Nova Scotia

Freak Lunchbox says artist's family had weeks to remove tall ships mural

The owner of Freak Lunchbox, a candy store in downtown Halifax, says he gave people ample time to move a piece of art on the side of the building.

Move to save tall ships mural comes too late, says owner Jeremy Smith

Freak Lunchbox is painting over this mural with a new design by Montreal artist Jason Botkin. (Catharine Tunney/CBC)

The owner of Freak Lunchbox, a candy store in downtown Halifax, says he gave people ample time to move a piece of art on the side of the building.

Zeqirja Rexhepi, painted the mural Tall Ships 2000 to commemorate tall ships visiting Halifax 15 years ago.

Jeremy Smith, the owner of the Freak Lunchbox as well as the owner of the painting and building, had asked the public for submissions to replace the work with something more modern, while looking for someone interested in putting the mural up elsewhere.

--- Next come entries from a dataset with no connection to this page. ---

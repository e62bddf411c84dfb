import antidecuplet from "./couplet-isoscalar-10bar-from-8x8.json";
import twentySeven from "./couplet-isoscalar-27-from-8x8.json";
import twentySevenOfDecuplet from "./couplet-isoscalar-27-from-10x8.json";
import singlet from "./pdg-isoscalar-1-from-8x8.json";
import octetOfDecuplet from "./pdg-isoscalar-8-from-10x8.json";
import antisymmetricOctet from "./pdg-isoscalar-8a-from-8x8.json";
import symmetricOctet from "./pdg-isoscalar-8s-from-8x8.json";
import decuplet from "./pdg-isoscalar-10-from-8x8.json";
import decupletOfDecuplet from "./pdg-isoscalar-10-from-10x8.json";
import { type PublishedTable, readPublishedTable } from "./published-table.js";
import quarkSinglet from "./quark-model-1-from-3x3bar.json";
import quarkMesons from "./quark-model-8-from-3x3bar.json";
import quarkOctet from "./quark-model-8-from-6x3.json";
import quarkDecuplet from "./quark-model-10-from-6x3.json";

/** All blocks of isoscalar factors found by others that Couplet carries, each with its source; 13 tables. */
export function publishedIsoscalarTables(): PublishedTable[] {
  return Object.entries({
    "pdg-isoscalar-1-from-8x8.json": singlet,
    "pdg-isoscalar-8s-from-8x8.json": symmetricOctet,
    "pdg-isoscalar-8a-from-8x8.json": antisymmetricOctet,
    "pdg-isoscalar-10-from-8x8.json": decuplet,
    "pdg-isoscalar-8-from-10x8.json": octetOfDecuplet,
    "pdg-isoscalar-10-from-10x8.json": decupletOfDecuplet,
    "quark-model-1-from-3x3bar.json": quarkSinglet,
    "quark-model-8-from-3x3bar.json": quarkMesons,
    "quark-model-8-from-6x3.json": quarkOctet,
    "quark-model-10-from-6x3.json": quarkDecuplet,
    "couplet-isoscalar-10bar-from-8x8.json": antidecuplet,
    "couplet-isoscalar-27-from-8x8.json": twentySeven,
    "couplet-isoscalar-27-from-10x8.json": twentySevenOfDecuplet,
  }).map(([name, json]) => readPublishedTable(name, json));
}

He said he had done everything he could to find a new home for the mural, without success — so it would be painted over.

"Unfortunately the family of the artist contacted the media on Friday, well after my plans were in place. I have had lifts and painting crews booked for tonight (Sunday) and tomorrow for weeks now," Smith told CBC News in an email.

"I personally offered to remove the mural for them three weeks ago (August 11) and had no response whatsoever."

'We are offering it to you'

Dominion Diving in Dartmouth had offered to provide a place for the artwork on the rear of its business.

"Dominion Diving told me directly they had no interest and the costs of reinstalling were not viable, so we went ahead with our plans. The wall needed to be primed for the arrival of Montreal artist Jason Botkin on Tuesday," said Smith. 

According to a series of emails between Smith and the Rexhepi family — which Smith sent CBC News — Smith sent an email to Rexhepi on Aug. 11.

"Before we proceed, we are offering it to you. I have a quote from our contractor, Castone Construction, to remove it; though it seems quite high at $3,500. I am sure you can find someone to take it down for less money," read the Aug. 11 email.

"At this point we are hoping to start painting in September. If you are interested in keeping the piece I would appreciate your notice within the next few weeks. If there is no interest in saving it we will paint over it as a cost-saving measure.

"This is a last resort and it would be a shame, so I am contacting you first. If we do end up having to go this route I would appreciate your acknowledgement that we did offer you the piece."

'I wish this could have gone differently'

Arta Rexhepi, the daughter of the artist responded to Smith's email on Friday. 

"I wanted to let you know that we will be moving the mural [Saturday]. The moving company might not have the boom jack (I think that's what they said) on time, it might take until Tuesday to move it all. We hope you can hold off until late Tuesday/Wednesday to start your work for the new mural," she said in the email on Friday.

But Smith responded, to that email, saying it was too late and that he "wish this could have gone differently."

"I have booked and paid for crews and booms, scheduled flights and hotels and have already committed to an artist who is arriving this week and expecting a paint-ready surface," he wrote.

"I do not know the state of the wall behind the painting, and you have left me with no time to repair it as necessary."

In terms of what the new design will be, Smith said he wants to keep it a surprise but did offer a little tease.

"It has a Maritime theme and we are quite excited but I think revealing it prior may steal some of the excitement," he said.